Prompt ::
Scan the entries below and extract each line with the word "needs" in it.

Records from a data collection
=====
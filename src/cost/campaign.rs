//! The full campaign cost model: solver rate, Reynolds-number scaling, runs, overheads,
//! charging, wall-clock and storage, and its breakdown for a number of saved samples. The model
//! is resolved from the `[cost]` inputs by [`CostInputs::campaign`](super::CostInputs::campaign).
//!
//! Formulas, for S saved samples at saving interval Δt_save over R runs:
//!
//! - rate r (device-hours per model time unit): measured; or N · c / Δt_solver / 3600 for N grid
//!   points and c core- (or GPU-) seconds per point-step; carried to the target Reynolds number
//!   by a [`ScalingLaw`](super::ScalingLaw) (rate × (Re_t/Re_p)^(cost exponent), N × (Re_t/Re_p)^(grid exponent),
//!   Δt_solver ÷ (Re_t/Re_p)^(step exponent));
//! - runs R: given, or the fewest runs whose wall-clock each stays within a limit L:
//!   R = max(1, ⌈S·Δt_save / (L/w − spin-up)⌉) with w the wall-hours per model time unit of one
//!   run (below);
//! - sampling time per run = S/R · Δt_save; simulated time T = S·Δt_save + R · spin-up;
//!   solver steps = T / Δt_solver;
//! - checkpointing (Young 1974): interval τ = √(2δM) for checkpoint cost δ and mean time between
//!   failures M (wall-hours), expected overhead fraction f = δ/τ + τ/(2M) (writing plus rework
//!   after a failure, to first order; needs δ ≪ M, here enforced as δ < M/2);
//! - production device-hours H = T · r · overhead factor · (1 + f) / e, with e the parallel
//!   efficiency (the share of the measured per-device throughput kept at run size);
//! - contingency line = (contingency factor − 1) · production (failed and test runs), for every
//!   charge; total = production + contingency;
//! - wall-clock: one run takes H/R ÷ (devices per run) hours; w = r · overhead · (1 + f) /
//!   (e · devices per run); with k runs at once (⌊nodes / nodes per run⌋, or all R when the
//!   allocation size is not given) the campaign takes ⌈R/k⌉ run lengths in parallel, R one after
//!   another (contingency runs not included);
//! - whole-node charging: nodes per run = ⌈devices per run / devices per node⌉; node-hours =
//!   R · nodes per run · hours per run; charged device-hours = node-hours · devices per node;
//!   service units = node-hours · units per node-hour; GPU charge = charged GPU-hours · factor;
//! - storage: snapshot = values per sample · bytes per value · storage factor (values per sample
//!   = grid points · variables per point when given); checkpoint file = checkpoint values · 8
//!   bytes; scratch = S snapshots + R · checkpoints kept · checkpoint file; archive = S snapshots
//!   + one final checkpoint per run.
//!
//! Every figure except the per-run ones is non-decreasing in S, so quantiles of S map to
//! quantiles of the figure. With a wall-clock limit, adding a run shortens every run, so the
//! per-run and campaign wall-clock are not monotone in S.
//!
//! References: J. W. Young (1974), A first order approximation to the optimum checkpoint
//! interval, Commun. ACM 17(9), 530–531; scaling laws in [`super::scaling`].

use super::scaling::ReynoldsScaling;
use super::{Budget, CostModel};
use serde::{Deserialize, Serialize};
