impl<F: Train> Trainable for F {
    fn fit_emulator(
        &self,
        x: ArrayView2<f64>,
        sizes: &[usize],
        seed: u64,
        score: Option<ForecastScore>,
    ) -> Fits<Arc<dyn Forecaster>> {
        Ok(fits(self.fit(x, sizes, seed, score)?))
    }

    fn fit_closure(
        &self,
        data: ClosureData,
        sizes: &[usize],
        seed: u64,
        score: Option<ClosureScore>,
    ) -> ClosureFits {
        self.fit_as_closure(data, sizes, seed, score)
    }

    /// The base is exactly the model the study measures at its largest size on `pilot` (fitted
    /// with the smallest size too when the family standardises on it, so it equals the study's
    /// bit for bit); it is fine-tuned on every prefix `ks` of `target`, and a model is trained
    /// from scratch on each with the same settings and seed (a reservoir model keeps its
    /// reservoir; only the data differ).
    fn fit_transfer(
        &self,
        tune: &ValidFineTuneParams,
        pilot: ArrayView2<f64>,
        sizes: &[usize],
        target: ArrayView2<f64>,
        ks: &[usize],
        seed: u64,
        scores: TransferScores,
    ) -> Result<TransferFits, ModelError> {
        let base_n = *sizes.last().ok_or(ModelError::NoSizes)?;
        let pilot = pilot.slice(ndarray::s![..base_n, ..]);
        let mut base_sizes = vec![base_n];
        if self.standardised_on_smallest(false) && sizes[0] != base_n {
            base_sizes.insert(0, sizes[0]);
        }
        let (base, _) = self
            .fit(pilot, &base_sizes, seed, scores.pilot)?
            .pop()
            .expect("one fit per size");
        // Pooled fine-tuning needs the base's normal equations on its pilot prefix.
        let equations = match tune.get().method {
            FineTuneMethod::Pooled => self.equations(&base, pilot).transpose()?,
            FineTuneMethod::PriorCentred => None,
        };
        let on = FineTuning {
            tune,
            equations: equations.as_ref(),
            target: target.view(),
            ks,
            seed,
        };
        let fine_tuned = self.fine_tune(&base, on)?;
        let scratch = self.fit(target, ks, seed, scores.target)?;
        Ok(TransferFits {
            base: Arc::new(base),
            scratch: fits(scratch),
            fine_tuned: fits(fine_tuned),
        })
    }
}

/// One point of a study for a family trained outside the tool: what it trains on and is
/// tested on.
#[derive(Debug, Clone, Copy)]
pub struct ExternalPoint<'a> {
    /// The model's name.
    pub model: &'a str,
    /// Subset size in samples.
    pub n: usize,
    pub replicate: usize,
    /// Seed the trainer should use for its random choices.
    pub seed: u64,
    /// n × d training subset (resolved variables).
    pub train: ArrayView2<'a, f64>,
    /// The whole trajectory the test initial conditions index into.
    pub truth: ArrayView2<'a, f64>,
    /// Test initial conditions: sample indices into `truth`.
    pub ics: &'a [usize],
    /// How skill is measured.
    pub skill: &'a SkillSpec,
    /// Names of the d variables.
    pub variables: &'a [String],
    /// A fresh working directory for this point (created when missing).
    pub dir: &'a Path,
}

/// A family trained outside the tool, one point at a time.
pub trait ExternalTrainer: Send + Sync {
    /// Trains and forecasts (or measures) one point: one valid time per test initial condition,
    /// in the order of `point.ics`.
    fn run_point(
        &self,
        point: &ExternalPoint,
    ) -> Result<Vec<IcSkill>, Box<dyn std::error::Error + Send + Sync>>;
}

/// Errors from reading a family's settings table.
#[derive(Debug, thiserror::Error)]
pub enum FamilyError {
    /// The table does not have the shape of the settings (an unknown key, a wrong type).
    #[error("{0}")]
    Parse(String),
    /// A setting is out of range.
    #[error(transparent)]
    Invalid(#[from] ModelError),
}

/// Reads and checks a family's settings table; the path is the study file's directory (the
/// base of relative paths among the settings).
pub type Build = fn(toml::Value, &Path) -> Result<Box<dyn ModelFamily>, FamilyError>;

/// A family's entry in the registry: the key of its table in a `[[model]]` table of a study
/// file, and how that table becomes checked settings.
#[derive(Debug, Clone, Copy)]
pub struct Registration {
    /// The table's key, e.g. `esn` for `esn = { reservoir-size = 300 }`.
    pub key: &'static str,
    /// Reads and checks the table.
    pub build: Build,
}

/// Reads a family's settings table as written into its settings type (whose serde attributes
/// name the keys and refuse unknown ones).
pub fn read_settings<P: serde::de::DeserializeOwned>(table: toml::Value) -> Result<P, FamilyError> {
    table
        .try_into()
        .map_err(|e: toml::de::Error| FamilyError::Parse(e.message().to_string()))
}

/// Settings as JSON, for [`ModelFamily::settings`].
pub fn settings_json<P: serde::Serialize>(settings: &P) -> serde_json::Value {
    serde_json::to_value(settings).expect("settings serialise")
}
=====
Result for this task ::
//!   after a failure, to first order; needs δ ≪ M, here enforced as δ < M/2);
        // Pooled fine-tuning needs the base's normal equations on its pilot prefix.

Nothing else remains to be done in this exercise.